Além disso, os feirantes e os representantes de povos e comunidades tradicionais de matriz africana exigem a manutenção da venda de animais vivos na feira, setor desconsiderado pelo projeto de reforma. Esse ramo do comércio garante renda para muitas famílias e também resguarda tradições religiosas dessas comunidades e povos, que têm as suas tradições asseguras por leis internacionais.
RECUO
Durante a apresentação pública do projeto de reforma realizada na Estação das Docas, em fevereiro deste ano, o prefeito Zenaldo Coutinho impôs aos feirantes e ao Iphan que a decisão sobre a realização e o licenciamento da reforma deveria ser tomada até o final daquele mês.

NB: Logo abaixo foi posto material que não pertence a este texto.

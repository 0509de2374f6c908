"""Consensus estimators and scores (vpkit.analysis.consensus), checked against their
defining equations worked by hand here: Birge (1932), DerSimonian & Laird (1986),
Paule & Mandel (1982), ISO 13528:2022 Algorithm A and its z and ζ scores."""

import numpy as np
import pytest
from scipy import stats

from vpkit.analysis import consensus as C

X = np.array([41.2, 42.0, 41.7, 40.9, 42.4, 41.5])
U = np.array([0.5, 0.8, 0.6, 0.7, 0.9, 0.4])


def test_weighted_mean_and_birge_ratio_by_hand():
    w = 1 / U**2
    mean = (w * X).sum() / w.sum()
    chi2 = (w * (X - mean) ** 2).sum()
    m, um, c2, birge = C.weighted_mean(X, U)
    assert m == pytest.approx(mean, rel=1e-15) and um == pytest.approx(w.sum() ** -0.5)
    assert c2 == pytest.approx(chi2) and birge == pytest.approx(np.sqrt(chi2 / 5))


def test_dersimonian_laird_moment_estimate_by_hand():
    x = np.array([10.0, 12.0, 9.0, 14.0, 11.0])
    u = np.array([0.5, 0.6, 0.4, 0.7, 0.5])
    w = 1 / u**2
    mean = (w * x).sum() / w.sum()
    Q = (w * (x - mean) ** 2).sum()
    tau2 = (Q - 4) / (w.sum() - (w**2).sum() / w.sum())
    ws = 1 / (u**2 + tau2)
    m, um, tau = C.dersimonian_laird(x, u)
    assert tau == pytest.approx(np.sqrt(tau2), rel=1e-12)
    assert m == pytest.approx((ws * x).sum() / ws.sum(), rel=1e-12)
    assert um == pytest.approx(ws.sum() ** -0.5, rel=1e-12)


def test_paule_mandel_solves_its_equation_and_is_zero_without_excess_scatter():
    x = np.array([10.0, 12.0, 9.0, 14.0, 11.0])
    u = np.array([0.5, 0.6, 0.4, 0.7, 0.5])
    m, um, tau = C.paule_mandel(x, u)
    ws = 1 / (u**2 + tau**2)
    assert ((ws * (x - m) ** 2).sum()) == pytest.approx(len(x) - 1, rel=1e-9)
    assert m == pytest.approx((ws * x).sum() / ws.sum(), rel=1e-12)
    calm = np.array([10.0, 10.2, 9.9, 10.1])
    assert C.paule_mandel(calm, np.ones(4))[2] == 0.0
    assert C.paule_mandel(calm, np.ones(4))[0] == pytest.approx(calm.mean())


def test_q_profile_interval_brackets_the_estimate():
    """Viechtbauer (2007): the generalised Q at the interval's ends equals the χ² quantiles."""
    x = np.array([10.0, 12.0, 9.0, 14.0, 11.0, 13.5, 8.0])
    u = np.full(7, 0.6)
    lo, hi = C.tau_interval(x, u)
    _, _, tau = C.paule_mandel(x, u)
    assert lo < tau < hi
    for t, q in ((lo, stats.chi2.ppf(0.975, 6)), (hi, stats.chi2.ppf(0.025, 6))):
        mu = (x / (u**2 + t**2)).sum() / (1 / (u**2 + t**2)).sum()
        assert ((x - mu) ** 2 / (u**2 + t**2)).sum() == pytest.approx(q, rel=1e-6)


def test_algorithm_a_is_a_fixed_point_of_its_own_rule_and_ignores_an_outlier():
    """ISO 13528 C.3: x* = mean and s* = 1.134 SD of the values clipped at x* ± 1.5 s*."""
    rng = np.random.default_rng(4)
    x = np.r_[rng.normal(100.0, 2.0, 40), 160.0]
    xs, ss = C.algorithm_a(x)
    c = np.clip(x, xs - 1.5 * ss, xs + 1.5 * ss)
    assert xs == pytest.approx(c.mean(), rel=1e-10)
    assert ss == pytest.approx(1.134 * c.std(ddof=1), rel=1e-9)
    assert abs(xs - np.median(x[:-1])) < 1.0 and 1.5 < ss < 3.0


def test_scores_leave_the_run_out_and_signal_at_2_and_3():
    x = np.r_[np.full(10, 40.0) + np.linspace(-0.3, 0.3, 10), 45.0]
    u = np.full(11, 1.0)
    c = C.consensus(x, u)
    assert not c.used[-1] and c.used[:-1].all()  # the gross run is not in the consensus
    s = C.scores(x, u, c)
    assert s["zeta"][-1] == pytest.approx((45.0 - c.value) / np.sqrt(1 + c.u**2))
    w = np.ones(10)
    X0 = (x[1:10] * w[1:]).sum() / 9  # run 0 left out
    assert s["consensus_without"][0] == pytest.approx(X0)
    assert s["signal"][-1] == "action"
    assert C.scores(np.array([0.0, 0.0, 2.5]), np.ones(3),
                    C.consensus(np.array([0.0, 0.0, 2.5]), np.ones(3)))["signal"][2] in (
        "warning", "action")


def test_the_rule_takes_random_effects_when_runs_disagree():
    rng = np.random.default_rng(2)
    x = 40.0 + rng.normal(0.0, 2.0, 20)  # scatter 2 against stated u 0.5
    c = C.consensus(x, np.full(20, 0.5))
    assert c.method.startswith("random effects") and c.birge > 2
    assert c.value == pytest.approx(c.pm) and c.tau > 1.0
    calm = C.consensus(40.0 + rng.normal(0.0, 0.5, 20), np.full(20, 0.5))
    assert calm.method == "weighted mean" and calm.value == pytest.approx(calm.weighted)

A imposição de prazo e do próprio projeto, pouco discutido com os públicos da cidade, gerou indignação, mobilização entre diferentes segmentos e uma série de manifestações públicas dos movimentos sociais em audiências realizadas na Assembleia Legislativa e na Câmara Municipal de Belém.
Com a realização da consulta pública, por meio da qual o projeto foi fortemente criticado em seus aspectos técnicos e políticos, a prefeitura recuou.
O Ministério Público Federal também foi acionado por associações de defesa do patrimônio e pelo Instituto de Arquitetos do Brasil (IAB-PA). Com a realização da consulta pública, por meio da qual o projeto foi fortemente criticado em seus aspectos técnicos e políticos, a prefeitura recuou. Na audiência, o secretário municipal de Urbanismo, Adinaldo Sousa de Oliveira, informou que não há mais urgência para a realização das obras.
A prefeitura, segundo Oliveira, estaria disposta a discutir o projeto pelo tempo que for necessário para aperfeiçoá-lo e propiciar melhores condições de vida para os trabalhadores do Ver-o-Peso. Ele também afirmou que os recursos financeiros da prefeitura destinados à reforma estariam garantidos mesmo que a reforma fique para 2017.
Segundo o procurador Potiguar, devido à legislação eleitoral, mesmo que houvesse consenso sobre o projeto apresentado pela prefeitura, provavelmente não haveria tempo suficiente para a contratação de empresa para execução da obra este ano.
A seleção da construtora demandará a realização de licitação, procedimento que possui prazos específicos, e a lei proíbe aos agentes públicos a transferência voluntária de recursos da União aos Estados e municípios e dos Estados aos municípios durante período iniciado três meses antes das eleições.
Os feirantes saíram satisfeitos tanto com a chance de ampliação do debate, quanto com a garantia dos recursos para 2017. Eles temiam a apropriação política da reforma como moeda eleitoral. “Ao longo do tempo, a gente vem sendo massacrado pelo poder econômico. Supermercado, mercadinho… e o Ver-o-Peso resistiu. Hoje, o projeto vem, em pleno ano eleitoral pra fazer uma fantasia. A gente não aceita. Projeto pela metade, não. Projeto completo, sim. Com data de início, meio e fim”, disse Joel França.